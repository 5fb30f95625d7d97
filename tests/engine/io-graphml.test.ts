import assert from 'node:assert/strict';
import { describe, it } from 'node:test';
import Graph from 'graphology';
import { parse as graphologyParse } from 'graphology-graphml';
import { parseGraphml, writeGraphml } from '../../shared/engine/io/index';
import type { RoomGraph } from '../../shared/engine/graph';

// The weighted example of the GraphML Primer (Brandes, Eiglsperger, Lerner: "GraphML Primer",
// graphdrawing.org), reproduced from memory: six nodes, seven edges, a node colour key with a
// default and an edge weight key without one.
const PRIMER = `<?xml version="1.0" encoding="UTF-8"?>
<graphml xmlns="http://graphml.graphdrawing.org/xmlns"
    xmlns:xsi="http://www.w3.org/2001/XMLSchema-instance"
    xsi:schemaLocation="http://graphml.graphdrawing.org/xmlns http://graphml.graphdrawing.org/xmlns/1.0/graphml.xsd">
  <key id="d0" for="node" attr.name="color" attr.type="string"><default>yellow</default></key>
  <key id="d1" for="edge" attr.name="weight" attr.type="double"/>
  <graph id="G" edgedefault="undirected">
    <node id="n0"><data key="d0">green</data></node>
    <node id="n1"/>
    <node id="n2"><data key="d0">blue</data></node>
    <node id="n3"><data key="d0">red</data></node>
    <node id="n4"/>
    <node id="n5"><data key="d0">turquoise</data></node>
    <edge id="e0" source="n0" target="n2"><data key="d1">1.0</data></edge>
    <edge id="e1" source="n0" target="n1"><data key="d1">1.0</data></edge>
    <edge id="e2" source="n1" target="n3"><data key="d1">2.0</data></edge>
    <edge id="e3" source="n3" target="n2"/>
    <edge id="e4" source="n2" target="n4"/>
    <edge id="e5" source="n3" target="n5"/>
    <edge id="e6" source="n5" target="n4"><data key="d1">1.1</data></edge>
  </graph>
</graphml>`;

const doc = (body: string, head = '') => `<?xml version="1.0"?><graphml>${head}<graph edgedefault="undirected">${body}</graph></graphml>`;

describe('GraphML reading', () => {
  it('reads the GraphML Primer example; missing weights count as 1', () => {
    const r = parseGraphml(PRIMER);
    assert.deepEqual(r.errors, []);
    assert.deepEqual(r.graph.ids, ['n0', 'n1', 'n2', 'n3', 'n4', 'n5']);
    assert.equal(r.graph.directed, false);
    assert.deepEqual(
      r.graph.ties.map((t) => t.strength),
      [1, 1, 2, 1, 1, 1, 1.1],
    );
  });

  it('agrees with graphology-graphml on the Primer example (a general-purpose reader)', () => {
    const ours = parseGraphml(PRIMER).graph;
    const theirs = graphologyParse(Graph, PRIMER);
    assert.equal(theirs.type, 'undirected');
    assert.deepEqual(theirs.nodes(), [...ours.ids]);
    const edges = theirs.mapEdges((_e, a, s, t) => [s, t, (a['weight'] as number | undefined) ?? 1]);
    assert.deepEqual(
      edges,
      ours.ties.map((t) => [ours.ids[t.source], ours.ids[t.target], t.strength]),
    );
  });

  it('prefers a key named strength, reads labels, groups and key defaults', () => {
    const head =
      '<key id="w" for="edge" attr.name="weight"/><key id="s" for="edge" attr.name="strength"><default>4</default></key><key id="l" for="node" attr.name="label"/><key id="g" for="node" attr.name="group"/>';
    const r = parseGraphml(
      doc(
        '<node id="a"><data key="l">Ann &amp; co</data><data key="g">x</data></node><node id="b"/><edge source="a" target="b"><data key="w">9</data></edge><edge source="b" target="c"/><node id="c"/>',
        head,
      ),
    );
    // GraphML lets nodes follow the edges that use them
    assert.deepEqual(r.errors, []);
    assert.equal(r.graph.ties.length, 2);
    assert.deepEqual(r.graph.labels, ['Ann & co', 'b', 'c']);
    assert.deepEqual(r.graph.groups, ['x', null, null]);
    assert.equal(r.graph.ties[0].strength, 4);
  });

  it('edgedefault directed, and per-edge directed mixing both kinds', () => {
    const d = parseGraphml(
      '<graphml><graph edgedefault="directed"><node id="a"/><node id="b"/><edge source="a" target="b"/></graph></graphml>',
    );
    assert.equal(d.graph.directed, true);
    const mixed = parseGraphml(
      doc('<node id="a"/><node id="b"/><node id="c"/><edge source="a" target="b" directed="true"/><edge source="b" target="c"/>'),
    );
    assert.equal(mixed.graph.directed, true);
    assert.deepEqual(
      mixed.graph.ties.map((t) => [t.source, t.target]),
      [
        [0, 1],
        [1, 2],
        [2, 1],
      ],
    );
    assert.deepEqual(
      mixed.warnings.map((w) => w.code),
      ['mixed-direction'],
    );
  });

  it('rejects DOCTYPE and ENTITY declarations before parsing (no entity expansion)', () => {
    const bomb = `<?xml version="1.0"?>\n<!DOCTYPE lolz [<!ENTITY lol "lol"><!ENTITY lol2 "&lol;&lol;&lol;">]>\n<graphml><graph><node id="&lol2;"/></graph></graphml>`;
    const r = parseGraphml(bomb);
    assert.deepEqual(
      r.errors.map((e) => e.code),
      ['unsafe-markup'],
    );
    assert.equal(r.errors[0].line, 2);
    assert.match(r.errors[0].message, /DOCTYPE/);
    assert.equal(parseGraphml('<graphml><!ENTITY x SYSTEM "file:///etc/passwd"></graphml>').errors[0].code, 'unsafe-markup');
  });

  it('caps the size', () => {
    const r = parseGraphml(doc('<node id="a"/>'.repeat(100)), { maxChars: 500 });
    assert.deepEqual(
      r.errors.map((e) => e.code),
      ['too-large'],
    );
  });

  it('names the element of each problem', () => {
    const head = '<key id="w" for="edge" attr.name="weight"/>';
    const r = parseGraphml(
      doc(
        '<node id="a"/><node id="b"/><node id="a"/><node/><edge id="x1" source="a" target="q"/><edge source="a" target="a"/><edge source="a" target="b"><data key="w">-1</data></edge><edge source="a" target="b"><data key="w">abc</data></edge><edge target="b"/>',
        head,
      ),
    );
    assert.deepEqual(
      r.errors.map((e) => [e.code, e.element, e.field]),
      [
        ['duplicate-person', '<node> #3', 'id'],
        ['bad-id', '<node> #4', 'id'],
        ['unknown-id', '<edge> #1 (id "x1")', 'target'],
        ['self-tie', '<edge> #2', undefined],
        ['bad-strength', '<edge> #3', 'weight'],
        ['bad-strength', '<edge> #4', 'weight'],
        ['missing-field', '<edge> #5', 'source'],
      ],
    );
  });

  it('reports malformed XML with its line, a wrong root, and a missing graph', () => {
    const bad = parseGraphml('<graphml>\n<graph>\n<node id="a">\n</graph></graphml>');
    assert.equal(bad.errors[0].code, 'syntax');
    assert.ok(bad.errors[0].line! >= 3);
    assert.equal(parseGraphml('<room/>').errors[0].element, '<graphml>');
    assert.equal(parseGraphml('<graphml></graphml>').errors[0].element, '<graph>');
    assert.equal(parseGraphml(doc('')).errors[0].code, 'empty-room');
  });

  it('merges duplicate edges with a warning', () => {
    const r = parseGraphml(doc('<node id="a"/><node id="b"/><edge source="a" target="b"/><edge source="b" target="a"/>'));
    assert.deepEqual(r.graph.ties, [{ source: 0, target: 1, strength: 2 }]);
    assert.equal(r.warnings[0].code, 'duplicate-tie');
    assert.equal(r.warnings[0].element, '<edge> #2');
  });
});

describe('GraphML writing', () => {
  const room: RoomGraph = {
    ids: ['a<1>', 'b "q"', "c&d'", 'e'],
    labels: ['Ann\nLee', 'b "q"', 'Cé', '  spaced  '],
    groups: ['g1', null, 'g&2', null],
    directed: true,
    ties: [
      { source: 0, target: 1, strength: 0.1 },
      { source: 1, target: 0, strength: 1e-6 },
      { source: 2, target: 3, strength: 123456.789 },
    ],
  };

  it('is read back by graphology-graphml with the same people, ties and weights', () => {
    const g = graphologyParse(Graph, writeGraphml(room));
    assert.equal(g.type, 'directed');
    assert.deepEqual(g.nodes(), [...room.ids]);
    assert.equal(g.getNodeAttribute('a<1>', 'label'), 'Ann\nLee');
    assert.deepEqual(
      g.mapEdges((_e, a, s, t) => [s, t, a['weight']]),
      room.ties.map((t) => [room.ids[t.source], room.ids[t.target], t.strength]),
    );
  });

  it('round-trips through our reader exactly', () => {
    const r = parseGraphml(writeGraphml(room));
    assert.deepEqual(r.errors, []);
    assert.deepEqual(r.graph, room);
  });
});
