/**
 * The absorbing chain of a partial plan S restricted to its remaining candidates C, as used by
 * the branch and bound: N_CC, h_C, c_C and F(S). Adding a candidate x and keeping only the
 * candidates D after it costs O(|D|^2) (identity 1 of docs/engine.md applied to the D x D block:
 * N'_ab = N_ab - N_ax N_xb / N_xx, h'_a = h_a - N_ax h_x / N_xx, c'_b = c_b - c_x N_xb / N_xx,
 * F' = F - ρ_x with ρ_x = h_x c_x / N_xx, identity 2). Rows and columns of people who can no
 * longer be chosen are never needed again, so the search never pays O(n^2) below its roots.
 */
import type { AbsorbingState } from './dense-state';

export class CandState {
  m = 0;
  /** F(S), raw hops. */
  F = 0;
  readonly ids: Int32Array;
  readonly N: Float64Array;
  readonly h: Float64Array;
  readonly c: Float64Array;
  /** The people of S. */
  starters: number[] = [];

  constructor(capacity: number) {
    this.ids = new Int32Array(capacity);
    this.N = new Float64Array(capacity * capacity);
    this.h = new Float64Array(capacity);
    this.c = new Float64Array(capacity);
  }

  /** Loads the state of S (full dense form) restricted to the candidates `cand`. O(|cand|^2). */
  load(s: AbsorbingState, cand: Int32Array): this {
    const m = cand.length;
    const n = s.n;
    this.m = m;
    this.F = s.rawTotal;
    this.starters = [...s.starters];
    for (let a = 0; a < m; a++) {
      const ga = cand[a];
      this.ids[a] = ga;
      this.h[a] = s.h[ga];
      this.c[a] = s.c[ga];
      const src = ga * n;
      const dst = a * m;
      for (let b = 0; b < m; b++) this.N[dst + b] = s.N[src + cand[b]];
    }
    return this;
  }

  /** ρ_a(S) for local candidate a. */
  gain(a: number): number {
    return (this.h[a] * this.c[a]) / this.N[a * this.m + a];
  }

  /** ρ_b(S + a), local indices, O(1). */
  pairGain(a: number, b: number): number {
    const { N, h, c, m } = this;
    const naa = N[a * m + a];
    const nba = N[b * m + a];
    const nab = N[a * m + b];
    const nbb = N[b * m + b] - (nba * nab) / naa;
    return ((h[b] - (nba * h[a]) / naa) * (c[b] - (c[a] * nab) / naa)) / nbb;
  }

  /**
   * Writes into `dst` the state of S + x (x local) restricted to the local candidates
   * order[from..to-1]; `gx` is ρ_x(S). O((to - from)^2).
   */
  childInto(dst: CandState, x: number, gx: number, order: Int32Array, from: number, to: number): void {
    const { N, h, c, m } = this;
    const len = to - from;
    const nxx = N[x * m + x];
    const hx = h[x];
    const cx = c[x];
    const rx = x * m;
    dst.m = len;
    dst.F = this.F - gx;
    dst.starters = [...this.starters, this.ids[x]];
    const col = dst.h; // reuse as scratch for N_ax / N_xx before h is written
    for (let q = 0; q < len; q++) col[q] = N[order[from + q] * m + x] / nxx;
    const D = dst.N;
    for (let q = 0; q < len; q++) {
      const a = order[from + q];
      const ra = a * m;
      const fa = col[q];
      const out = q * len;
      for (let t = 0; t < len; t++) {
        const b = order[from + t];
        D[out + t] = N[ra + b] - fa * N[rx + b];
      }
    }
    for (let q = 0; q < len; q++) {
      const a = order[from + q];
      dst.ids[q] = this.ids[a];
      dst.c[q] = c[a] - (cx * N[rx + a]) / nxx;
      dst.h[q] = h[a] - col[q] * hx;
    }
  }

  /**
   * Bound 4 of docs/bounds.md for every set S ∪ B, B an r-subset of the candidates: with Y the
   * greedy r-completion of S within the candidates, F(S ∪ B) >= F(S ∪ B ∪ Y) >= F(S ∪ Y) - (sum of
   * the r largest gains at S ∪ Y) (monotonicity, then the completion lemma). Strong when r is
   * large, where the plain top-r sum at S is weak. The greedy steps keep N as N_CC minus r
   * rank-one terms (identity 1 applied once per step: N'_ab = N_ab - u_a v_b with u = N_·x / N_xx,
   * v = N_x·), so only the diagonal, h, c and one column and row per step are formed:
   * O(m r^2) using `scratch`'s buffers, instead of O(r m^2).
   */
  // eslint-disable-next-line max-lines-per-function -- runs at every search node over one set of scratch buffers (h, c, the diagonal, the rank-one terms); split, each greedy step would pass them all around.
  dualBound(r: number, scratch: CandState, picked: Uint8Array): number {
    const m = this.m;
    const N = this.N;
    const { h, c } = scratch;
    const store = scratch.lowRankBuf(2 * r * m); // u_s at [2 s m, ..), v_s at [(2 s + 1) m, ..)
    const d = scratch.diagBuf(m);
    for (let a = 0; a < m; a++) {
      h[a] = this.h[a];
      c[a] = this.c[a];
      d[a] = N[a * m + a];
    }
    picked.fill(0, 0, m);
    let F = this.F;
    for (let step = 0; step < r; step++) {
      let x = -1;
      let gx = -Infinity;
      for (let q = 0; q < m; q++) {
        if (picked[q]) continue;
        const g = (h[q] * c[q]) / d[q];
        if (g > gx) {
          gx = g;
          x = q;
        }
      }
      if (x < 0) return -Infinity;
      picked[x] = 1;
      F -= Math.max(0, gx);
      const uo = 2 * step * m;
      const vo = uo + m;
      // Column and row of x in the current N: the original entries minus the earlier rank-one terms.
      const rx = x * m;
      for (let a = 0; a < m; a++) {
        store[uo + a] = N[a * m + x];
        store[vo + a] = N[rx + a];
      }
      for (let s = 0; s < step; s++) {
        const us = 2 * s * m;
        const vs = us + m;
        const ux = store[us + x];
        const vx = store[vs + x];
        for (let a = 0; a < m; a++) {
          store[uo + a] -= store[us + a] * vx;
          store[vo + a] -= ux * store[vs + a];
        }
      }
      const nxx = d[x];
      const hx = h[x];
      const cx = c[x];
      for (let a = 0; a < m; a++) {
        const ua = store[uo + a] / nxx;
        store[uo + a] = ua;
        if (picked[a]) continue;
        const va = store[vo + a];
        d[a] -= ua * va;
        h[a] -= ua * hx;
        c[a] -= (cx * va) / nxx;
      }
    }
    // The r largest gains at S ∪ Y among the others (people of Y gain nothing).
    const top = scratch.topBuf(r);
    top.fill(0);
    for (let q = 0; q < m; q++) {
      if (picked[q]) continue;
      const g = Math.max(0, (h[q] * c[q]) / d[q]);
      if (g <= top[r - 1]) continue;
      let at = r - 1;
      while (at > 0 && top[at - 1] < g) {
        top[at] = top[at - 1];
        at--;
      }
      top[at] = g;
    }
    let sum = 0;
    for (let q = 0; q < r; q++) sum += top[q];
    return F - sum;
  }

  private diag?: Float64Array;
  private top?: Float64Array;

  private lowRank?: Float64Array;

  lowRankBuf(size: number): Float64Array {
    if (!this.lowRank || this.lowRank.length < size) this.lowRank = new Float64Array(Math.max(size, 2 * this.ids.length));
    return this.lowRank;
  }

  diagBuf(m: number): Float64Array {
    if (!this.diag || this.diag.length < m) this.diag = new Float64Array(this.ids.length);
    return this.diag;
  }

  topBuf(r: number): Float64Array {
    if (!this.top || this.top.length < r) this.top = new Float64Array(Math.max(r, 16));
    return this.top.subarray(0, r);
  }
}
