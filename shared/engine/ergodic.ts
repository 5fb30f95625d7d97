/**
 * Ergodic fundamental matrix and every single-starter total (identity 3).
 *
 *   G = (I - P + 1 u^T)^-1 with u = 1/n,  pi^T = u^T G,
 *   H(i, j) = (G_jj - G_ij) / pi_j   (i != j),
 *   total({j}) = sum_i H(i, j) = (n G_jj - sum_i G_ij) / pi_j.
 * With u = pi this is Kemeny and Snell's Z (Aldous & Fill, Reversible Markov Chains, ch. 2);
 * any u with u^T 1 = 1 gives the same hitting times (Hunter, "Simple procedures for finding
 * mean first passage times in Markov chains", 2007). One dense inverse: 2 n^3 flops.
 * Requires one closed class (the chain may have transient people); transient people get an
 * infinite single-starter total because the closed class never reaches them.
 */
import { EngineError } from './errors';
import { invertInPlace } from './linalg/dense';
import { classStructure } from './reachability';
import type { PreparedRoom } from './room';
import { denseWalk } from './walk';

export interface ErgodicData {
  readonly n: number;
  /** Generalised fundamental matrix, row-major n x n (laziness not applied). */
  readonly g: Float64Array;
  /** Stationary distribution (0 on transient people). */
  readonly pi: Float64Array;
  /** total({j}) per person, laziness applied; Infinity for transient people. */
  readonly singleTotals: Float64Array;
  /** 1 / (1 - laziness): the factor already applied to singleTotals. */
  readonly scale: number;
}

/** Fundamental data of a walk matrix p1 (row-major, stochastic). */
export function ergodicFromWalk(p1: Float64Array, n: number, scale = 1): ErgodicData {
  const a = new Float64Array(n * n);
  const u = 1 / n;
  for (let k = 0; k < n * n; k++) a[k] = u - p1[k];
  for (let i = 0; i < n; i++) a[i * n + i] += 1;
  const g = invertInPlace(a, n);
  const pi = new Float64Array(n);
  const colSum = new Float64Array(n);
  for (let i = 0; i < n; i++) {
    const r = i * n;
    for (let j = 0; j < n; j++) colSum[j] += g[r + j];
  }
  let piSum = 0;
  for (let j = 0; j < n; j++) {
    let v = colSum[j] * u;
    if (v < 1e-14) v = 0; // transient people: pi is zero up to rounding
    pi[j] = v;
    piSum += v;
  }
  for (let j = 0; j < n; j++) pi[j] /= piSum;
  const singleTotals = new Float64Array(n);
  for (let j = 0; j < n; j++) singleTotals[j] = pi[j] > 0 ? (scale * (n * g[j * n + j] - colSum[j])) / pi[j] : Infinity;
  return { n, g, pi, singleTotals, scale };
}

/** Ergodic data of the room (laziness applied to totals). Throws when the room has several closed classes. */
export function ergodicData(room: PreparedRoom): ErgodicData {
  const cs = classStructure(room);
  if (cs.closedClasses.length !== 1) {
    throw new EngineError('NO_FEASIBLE_PLAN', `No single starter can reach everyone: the room has ${cs.closedClasses.length} closed groups, each needs its own starter.`, { closedGroups: cs.closedClasses.length });
  }
  return ergodicFromWalk(denseWalk(room), room.n, 1 / (1 - room.laziness));
}

/** Hitting time H(i, j) in hops (laziness applied). */
export function hittingTime(e: ErgodicData, i: number, j: number): number {
  if (i === j) return 0;
  if (!(e.pi[j] > 0)) return Infinity;
  const n = e.n;
  return (e.scale * (e.g[j * n + j] - e.g[i * n + j])) / e.pi[j];
}

/** Full hitting-time matrix H (row-major, laziness applied). O(n^2). */
export function hittingTimes(e: ErgodicData): Float64Array {
  const n = e.n;
  const h = new Float64Array(n * n);
  for (let i = 0; i < n; i++) for (let j = 0; j < n; j++) h[i * n + j] = hittingTime(e, i, j);
  return h;
}

/** Kemeny's constant sum_j pi_j H(i, j) seen from start i (the same for every i). */
export function kemenyFrom(e: ErgodicData, i: number): number {
  let s = 0;
  for (let j = 0; j < e.n; j++) if (j !== i && e.pi[j] > 0) s += e.pi[j] * hittingTime(e, i, j);
  return s;
}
........
What is being asked:
After reading the records above, work out how many lines contain "docs" and give that number only.

Answer:
2